Councilman Steve Ivancie has it wrong when he stated, "The clubhouse is nothing more than the final phase of the whole project." The project, as approved by the voters, was explicit -- a golf course and a temporary clubhouse.
We all have our wants and our needs, and no doubt, the Golf Management Committee wants a new $4 million clubhouse. Admittedly, the present clubhouse could use some exterior improvements. But shouldn't our City Council have looked at the wants and needs of the entire community instead of just the wants of the Golf Management Committee? City Council has now locked up this source of funding, which totals $630,000 per year, until it expires in 2015 for the exclusive use of the Golf Management Committee.

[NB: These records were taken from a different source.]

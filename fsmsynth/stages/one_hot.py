"""One-hot next-state and output logic from the structure one-hot gives.

With one flip-flop per state and every other code a don't care, flip-flop ``s`` must be 1
after a clock exactly when the machine was in some state ``p`` and took a transition from
``p`` to ``s``: ``D_s = sum over p of Q_p * cond(p -> s)``, where ``cond(p -> s)`` is the
input condition of those transitions.  Each state's conditions (and, in a Mealy machine,
its output conditions) are minimized once, together, over the inputs alone, with the
state's unspecified points as don't cares; nothing else needs minimizing.  This replaces
two-level minimization of ``n`` functions of ``n + inputs`` variables, which grows with the
square of the states, by ``n`` small minimizations over the inputs.

References
----------
Golson, S., "One-hot state machine design for FPGAs", *Proc. 3rd PLD Design Conference*,
1993 (next-state equations of one-hot machines written from the transitions into each
state; from memory).
"""

from __future__ import annotations

from collections.abc import Sequence

from fsmsynth.logic.cover import Cover
from fsmsynth.logic.cube import CUBE_ORDER, Cube
from fsmsynth.logic.espresso import espresso_cover
from fsmsynth.model.storage import Storage
from fsmsynth.model.table import StateTable
from fsmsynth.stages.encode import Encoding

ONE_HOT_STRUCTURE_ABOVE = 16
"""One-hot machines of more states than this get their D logic from the structure (below,
the general minimizer, which may use more of the don't cares, is fast enough)."""


def built_from_structure(table: StateTable, encoding: Encoding,
                         storages: Sequence[Storage], unused: str) -> bool:
    """Whether a design's logic comes from :func:`one_hot_cover`: D flip-flops, unused codes
    don't cares, more than :data:`ONE_HOT_STRUCTURE_ABOVE` states, and every code a single
    bit of its own (however the codes were chosen: asked for, given, or found by a
    search)."""
    n = len(table.states)
    return (n > ONE_HOT_STRUCTURE_ABOVE and unused == "dont-care" and encoding.width == n
            and all(s.name == "d" for s in storages)
            and {encoding.codes[s] for s in table.states} == {1 << b for b in range(n)})


def one_hot_cover(table: StateTable, encoding: Encoding, variables: tuple[str, ...]) -> Cover:
    """The cover of every D pin (``D0`` ...) and output of ``table`` one-hot encoded by
    ``encoding`` (each code a single bit), over ``variables`` (``Q0`` ..., then the inputs),
    as the module docstring builds it."""
    k, n = encoding.width, len(table.inputs)
    bit = {s: encoding.codes[s].bit_length() - 1 for s in table.states}
    assert all(encoding.codes[s] == 1 << bit[s] for s in table.states), "not one-hot"
    names = [f"D{b}" for b in range(k)] + list(table.outputs)
    terms: dict[str, set[Cube]] = {name: set() for name in names}
    for p in table.states:
        rows = table.rows_of(p)
        here = Cube(care=1 << bit[p], value=1 << bit[p])
        targets = sorted({nxt for _s, _c, nxt, _o in rows if nxt is not None},
                         key=table.states.index)
        signals: list[str] = [f"D{bit[s]}" for s in targets]
        ons: list[list[Cube]] = [[] for _ in targets]
        offs: list[list[Cube]] = [[] for _ in targets]
        for _s, cube_text, nxt, _o in rows:
            if nxt is None:
                continue
            cube = Cube.from_string(cube_text)
            for j, s in enumerate(targets):
                (ons if s == nxt else offs)[j].append(cube)
        if table.kind == "mealy":
            for o, name in enumerate(table.outputs):
                signals.append(name)
                ons.append([Cube.from_string(c) for _s, c, _n, w in rows if w and w[o] == "1"])
                offs.append([Cube.from_string(c) for _s, c, _n, w in rows if w and w[o] == "0"])
        else:
            for name, ch in zip(table.outputs, table.output_cube_of(p)):
                if ch == "1":
                    terms[name].add(here)
        if n:
            found = espresso_cover(n, ons, offs)
        else:
            found = [(Cube.universe(),) if on else () for on in ons]
        for signal, cubes in zip(signals, found):
            for cube in cubes:
                term = here.intersection(cube.shifted(k))
                assert term is not None
                terms[signal].add(term)
    return Cover(variables=variables, names=tuple(names),
                 terms=tuple(tuple(sorted(terms[name], key=CUBE_ORDER)) for name in names))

The council never asked the golf committee to present other funding options to improve the present building. The council never asked for a phased-in project proposal or a smaller scale proposal that would allow for other uses of some of the funds.

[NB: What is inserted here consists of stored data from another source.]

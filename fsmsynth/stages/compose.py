"""One netlist from the control machine's and the timer/counter blocks' netlists.

The control netlist reads the readings (``purge_done``) as inputs and drives the actions
(``purge_start``) as outputs; each block netlist the other way round.  Composed, the
readings and actions are internal nets carrying exactly those names (a gate's output net is
renamed to the signal, or a buffer drives the signal when the source is a flip-flop, an
input or a port's own net), the block's flip-flops follow the control's (state bits first),
and its internal nets are prefixed with its name: ``fs_purge_q0``, ``fs_purge_g_d1_p2``.
The ports are the spec's own inputs and outputs.
"""

from __future__ import annotations

from collections.abc import Mapping, Sequence
from dataclasses import replace

from fsmsynth.base.names import RESERVED_PREFIX
from fsmsynth.stages.netlist import FlipFlop, Gate, Netlist, checked_netlist


def _renamed(netlist: Netlist, rename: Mapping[str, str]) -> Netlist:
    def r(net: str) -> str:
        return rename.get(net, net)

    return replace(
        netlist, inputs=tuple(r(n) for n in netlist.inputs),
        outputs=tuple((port, r(net)) for port, net in netlist.outputs),
        gates=tuple(replace(g, inputs=tuple(r(i) for i in g.inputs), output=r(g.output))
                    for g in netlist.gates),
        flip_flops=tuple(replace(ff, pins=tuple((p, r(n)) for p, n in ff.pins), q=r(ff.q))
                         for ff in netlist.flip_flops))


def _named_signals(netlist: Netlist, signals: Sequence[str], gate_prefix: str) -> Netlist:
    """``netlist`` with each output port in ``signals`` turned into an internal net of that
    name (and no longer a port)."""
    drivers = {g.output for g in netlist.gates}
    port_nets = {net for port, net in netlist.outputs if port not in signals}
    rename: dict[str, str] = {}
    buffers: list[Gate] = []
    for port, net in netlist.outputs:
        if port not in signals or net == port:
            continue
        if (net in drivers and net.startswith(RESERVED_PREFIX) and net not in rename
                and net not in port_nets):
            rename[net] = port
        else:
            buffers.append(Gate(name=f"{gate_prefix}g_{port}", kind="buf",
                                inputs=(rename.get(net, net),), output=port))
    done = _renamed(netlist, rename)
    return replace(done, gates=done.gates + tuple(buffers),
                   outputs=tuple((p, n) for p, n in done.outputs if p not in signals))


def _prefixed(netlist: Netlist, block: str, offset: int) -> Netlist:
    """A block's netlist with its own nets and cells prefixed and its bits moved up."""
    prefix = f"{RESERVED_PREFIX}{block}_"
    nets = {g.output for g in netlist.gates} | {ff.q for ff in netlist.flip_flops}
    rename = {n: prefix + n[len(RESERVED_PREFIX):] for n in nets if n.startswith(RESERVED_PREFIX)}
    for g in netlist.gates:
        for i in g.inputs:
            if i.startswith(RESERVED_PREFIX):
                rename.setdefault(i, prefix + i[len(RESERVED_PREFIX):])
    moved = _renamed(netlist, rename)
    return replace(moved,
                   gates=tuple(replace(g, name=prefix + g.name[len(RESERVED_PREFIX):])
                               for g in moved.gates),
                   flip_flops=tuple(replace(ff, name=prefix + ff.name[len(RESERVED_PREFIX):],
                                            bit=ff.bit + offset)
                                    for ff in moved.flip_flops))


def compose(control: Netlist, blocks: Sequence[tuple[str, Netlist]], inputs: Sequence[str],
            actions: Sequence[str], readings: Sequence[str]) -> Netlist:
    """The whole design: ``control`` (with ``readings`` among its inputs and ``actions``
    among its outputs) beside each named block netlist; ``inputs`` are the spec's own."""
    whole = _named_signals(control, actions, RESERVED_PREFIX)
    gates = list(whole.gates)
    flip_flops: list[FlipFlop] = list(whole.flip_flops)
    for name, block in blocks:
        placed = _prefixed(_named_signals(block, readings, RESERVED_PREFIX), name,
                           len(flip_flops))
        gates += placed.gates
        flip_flops += placed.flip_flops
    edge = control.flip_flops[0].edge if control.flip_flops else "rising"
    flip_flops = [replace(ff, edge=edge) for ff in flip_flops]
    composed = replace(whole, inputs=tuple(inputs), gates=tuple(gates),
                       flip_flops=tuple(flip_flops))
    return checked_netlist(composed).with_clocking(control.clocking)
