def _encoding_arg(text: str) -> str | dict[str, str]:
    """``binary``/``gray``/``one-hot``, or ``state=code,state=code`` (codes MSB first)."""
    if "=" not in text:
        return text
    mapping = {}
    for item in text.split(","):
        state, sep, code = item.partition("=")
        if not sep or not state.strip() or not code.strip():
            raise OptionError(f"--encoding {text!r}: write state=code pairs separated by commas")
        if state.strip() in mapping:
            raise OptionError(f"--encoding {text!r}: state {state.strip()!r} is given two codes")
        mapping[state.strip()] = code.strip()
    return mapping


def _storage_arg(text: str) -> str | list[str]:
    """A kind name, ``best``, or one kind per state bit, bit 0 first: ``jk,d,d``."""
    if "," in text:
        return [part.strip() for part in text.split(",")]
    return text


def _target_arg(text: str) -> str | Target:
    """A built-in target's name, or a cell library file (``.toml``)."""
    return read_cells(text) if text.lower().endswith(".toml") else text


def _target_options(command: argparse.ArgumentParser) -> None:
    command.add_argument("--target", default="two-level",
                         help="what the logic is built from: two-level (default), nand2, "
                              "gates2, cmos, lut4, lut6, pterms:N, or a cell library .toml")
    command.add_argument("--map-for", default="area", choices=("area", "delay"),
                         help="what technology mapping minimizes (default area)")


def _weights_arg(path: str | None) -> CostWeights:
    return read_weights(path) if path else DEFAULT_WEIGHTS


def _positive(text: str) -> int:
    """argparse type: a whole number of at least 1."""
    try:
        value = int(text)
    except ValueError:
        value = 0
    if value < 1:
        raise argparse.ArgumentTypeError(f"{text!r}: give a whole number of at least 1")
    return value


def _seconds(text: str) -> float:
    """argparse type: a finite number of seconds greater than 0."""
    try:
        value = float(text)
    except ValueError:
        value = math.nan
    if not (math.isfinite(value) and value > 0):
        raise argparse.ArgumentTypeError(f"{text!r}: give a finite number of seconds > 0")
    return value


def _list_arg(text: str) -> list[str]:
    return [part.strip() for part in text.split(",") if part.strip()]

Remember our wants and our needs? Most of us want a good golf course with fair green fees. Haymaker is a good golf course with professional and courteous staff. I play golf at Haymaker. But I don't need a $4 million clubhouse, and I suspect most of you don't either. And what happens if golf revenue stays flat or even declines. Will our green fees go up?
And so we must ask: What special interests might have influenced council members? Was voter intent to give all of this money to one entity? Why didn't the council invite all groups that may have an interest in getting funding for improvements that benefit tourism for input? What our City Council needs to do is say they made a mistake. Rescind the approval for the $4 million clubhouse and look at other options that could include improving the exterior of the present building and building lockers. This need could be met and possibly leave $3 million for other users. Only then would voter intent be honored and benefits to all be achieved.